除夕佳节
    玄铁殿内。

    "砰——!"

    翡翠酒盏在玄铁柱上炸得粉碎,宇文烈指节捏得"咯咯"作响:"拓跋凛不是说只是查封了茶盐司吗?!本王的仓库呢?!本王的三十万石官盐、七千担春茶呢?!"

    跪地的探子额头抵着冰冷地砖:"回...回王爷,昨晚…仓库爆炸大火…是东陵的沈砚之带玄甲卫纵的火,赤蝠大人他...没能逃出来......"

    "仓库昨夜就炸了,现在才来报?!"他声音阴冷得骇人,指节捏得咯咯作响,"你们这群废物,是等着给我收尸吗?!"

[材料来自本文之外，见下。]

import type { Locator } from 'playwright-core';
import type { Hands } from './hands';
import { readStop } from './read-stop';

/** More than any page has: Tab comes round to the top of the page after its last stop. */
const stopLimit = 500;

/** Everything by keys. Every stop of Tab on the way must be seen to have the focus. */
export function createKeyboard(): Hands {
	return {
		goTo: reach,
		async press(control) {
			await reach(control);
			await control.page().keyboard.press('Enter');
		},
		async write(field, text) {
			await reach(field);
			const type = await field.getAttribute('type');
			if (type === 'date' || type === 'datetime-local') return writeDate(field, text);
			await field.page().keyboard.press('ControlOrMeta+a');
			// What has lines or tabs is pasted; Tab would leave the field.
			if (/[\n\t]/.test(text)) await field.page().keyboard.insertText(text);
			else await field.page().keyboard.type(text);
		},
		async pick(list, option) {
			await reach(list);
			const steps = await list.evaluate(countSteps, option);
			for (let step = 0; step < Math.abs(steps); step += 1) {
				await list.page().keyboard.press(steps > 0 ? 'ArrowDown' : 'ArrowUp');
			}
		},
		async tick(box, isOn = true) {
			await reach(box);
			if ((await box.isChecked()) !== isOn) await box.page().keyboard.press('Space');
		},
		async give(field, file) {
			await reach(field);
			const choosing = field.page().waitForEvent('filechooser');
			await field.page().keyboard.press('Space');
			await (await choosing).setFiles(file);
		}
	};
}

/**
 * Presses Tab, and inside a group of choices an arrow, until the control has the focus.
 *
 * @throws if it never does, or if a stop on the way cannot be seen
 */
async function reach(control: Locator): Promise<void> {
	const page = control.page();
	await control.waitFor({ state: 'attached' });
	const passed: string[] = [];
	for (let count = 0; count < stopLimit; count += 1) {
		const stop = await control.evaluate(readStop);
		// Where one stood before may have been pushed out of sight by what the page has said since.
		if (count > 0 && stop.unseen)
			throw new Error(`focus on “${stop.name}”, ${page.url()}: ${stop.unseen}`);
		if (stop.isHere && stop.mayAct) return;
		if (stop.isHere) await page.waitForTimeout(50);
		else await page.keyboard.press(stop.isSameGroup ? 'ArrowDown' : 'Tab');
		passed.push(stop.name);
	}
	throw new Error(`no key leads to ${control} on ${page.url()}, only to ${nameSome(passed)}`);
}

function nameSome(names: readonly string[]): string {
	return [...new Set(names)].slice(0, 60).join(' | ');
}

/** Runs in the page: how many options below the chosen one the wanted option stands. */
function countSteps(list: Element, option: string): number {
	if (!(list instanceof HTMLSelectElement)) throw new Error('not a list of options');
	const options = [...list.options].filter(({ disabled }) => !disabled);
	const wanted = options.findIndex(({ label }) => label.trim() === option);
	if (wanted < 0) throw new Error(`no option ${option}`);
	return wanted - options.findIndex(({ selected }) => selected);
}

/** Types the parts of a date, in the order and with the clock that this browser asks for. */
async function writeDate(field: Locator, text: string): Promise<void> {
	const { keyboard } = field.page();
	for (const keys of listSpellings(text)) {
		for (let part = 0; part < 6; part += 1) await keyboard.press('ArrowLeft');
		for (const part of keys) {
			await keyboard.type(part);
			// A whole day, month or hour goes on by itself, a year of four digits does not.
			if (part.length === 4) await keyboard.press('ArrowRight');
		}
		if ((await field.inputValue()) === text) return;
	}
	throw new Error(`${text} cannot be typed: the field says ${await field.inputValue()}`);
}

function listSpellings(text: string): string[][] {
	const [date = '', time = ''] = text.split('T');
	const [year = '', month = '', day = ''] = date.split('-');
	const [hour = '', minute = ''] = time.split(':');
	const twelve = String(((Number(hour) + 11) % 12) + 1).padStart(2, '0');
	const dates = [
		[day, month, year],
		[month, day, year]
	];
	if (!time) return dates;
	const times = [
		[hour, minute],
		[twelve, minute, Number(hour) < 12 ? 'A' : 'P']
	];
	return dates.flatMap((one) => times.map((other) => [...one, ...other]));
}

    探子伏地颤抖:“回、回王爷,昨夜外围哨卫和仓库方圆一里内的兄弟...全被灭口了!等远处弟兄赶到时,火势已控制不住...”

    宇文烈突然笑了。

    他慢条斯理地擦拭手上血迹,眼底却翻涌着滔天杀意:"好,很好...沈砚之这是赶在除夕前,给本王送了一份大礼啊。"

    指尖突然掐碎玉扳指,"那本王便回他一份——用东陵公主的心肝,来祭我茶盐司三千亡魂!"

    "六个矿坑修复如何?"他猛地转身。

    "已恢复七成。"另一人急忙禀报,"第七处加派了三倍守卫..."

    宇文烈一脚踹翻铜炉,火星四溅:"沈砚之敢动第七处,我就敢踏平凤鸣谷!"他甩袖冷笑,"让西凉那边军粮照旧运送。”

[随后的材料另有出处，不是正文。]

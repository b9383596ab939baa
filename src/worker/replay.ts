import { asc, eq } from 'drizzle-orm';
import { config } from '$lib/server/config';
import { openDatabase } from '$lib/server/db/client';
import { study } from '$lib/server/db/schema';
import { replayAllDecisions } from '$lib/server/decisions/replay-all-decisions';

/** Replays every stored decision, of one study when its id is given; 1 when any differs. */
const wanted = process.argv[2];
const database = openDatabase(config().DATABASE_URL, { max: 2 });
const studies = await database.db
	.select({ id: study.id, prefix: study.codePrefix })
	.from(study)
	.where(wanted ? eq(study.id, wanted) : undefined)
	.orderBy(asc(study.createdAt));
let differs = false;
for (const { id, prefix } of studies) {
	const { decisionCount, equalCount, different } = await replayAllDecisions(database.db, id);
	console.log(
		`Study ${prefix} (${id}): ${equalCount} of ${decisionCount} decisions replay to the same bytes.`
	);
	for (const row of different) {
		differs = true;
		console.log(
			`  ${row.code}, visit ${row.visitNumber}, block ${row.blockNumber}: ${row.cause}, ${row.name}: recorded ${row.stored}, now ${row.recomputed}`
		);
	}
}
if (studies.length === 0) console.log('There is no study to replay.');
await database.end();
process.exit(differs ? 1 : 0);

    “可…可是大人,上次拓跋凛偷袭我们军营大巢后,我们损失惨重,目前的兵力……兵力可能不足……”

    “呵呵,兵力不足?”

    宇文烈黑袍无风自动,露出腰间悬挂的青铜蛊铃。

    "慌什么?"他轻摇铃铛,地底传来令人毛骨悚然的抓挠声,"本王有的是...兵马。"

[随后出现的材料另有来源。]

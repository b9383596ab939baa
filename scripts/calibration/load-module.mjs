import { fileURLToPath } from 'node:url';
import { runnerImport } from 'vite';

/** A module of the engine, as it stands in the sources. */
export async function loadModule(path) {
	const root = fileURLToPath(new URL('../..', import.meta.url));
	const { module } = await runnerImport(`${root}${path}`, {
		root,
		configFile: false,
		logLevel: 'error'
	});
	return module;
}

    金蛊营地牢深处,数十具双眼空洞的傀儡尸,闻铃而起。

    ————

    凤鸣谷的除夕清晨,积雪未消,屋檐下悬着的冰凌被朝阳映得剔透,像一串串水晶坠子。

    萧明昭踩着木梯,举着鸡毛掸子往檐角使劲捅,可那顽固的蛛网随风轻晃,就是不肯乖乖就范。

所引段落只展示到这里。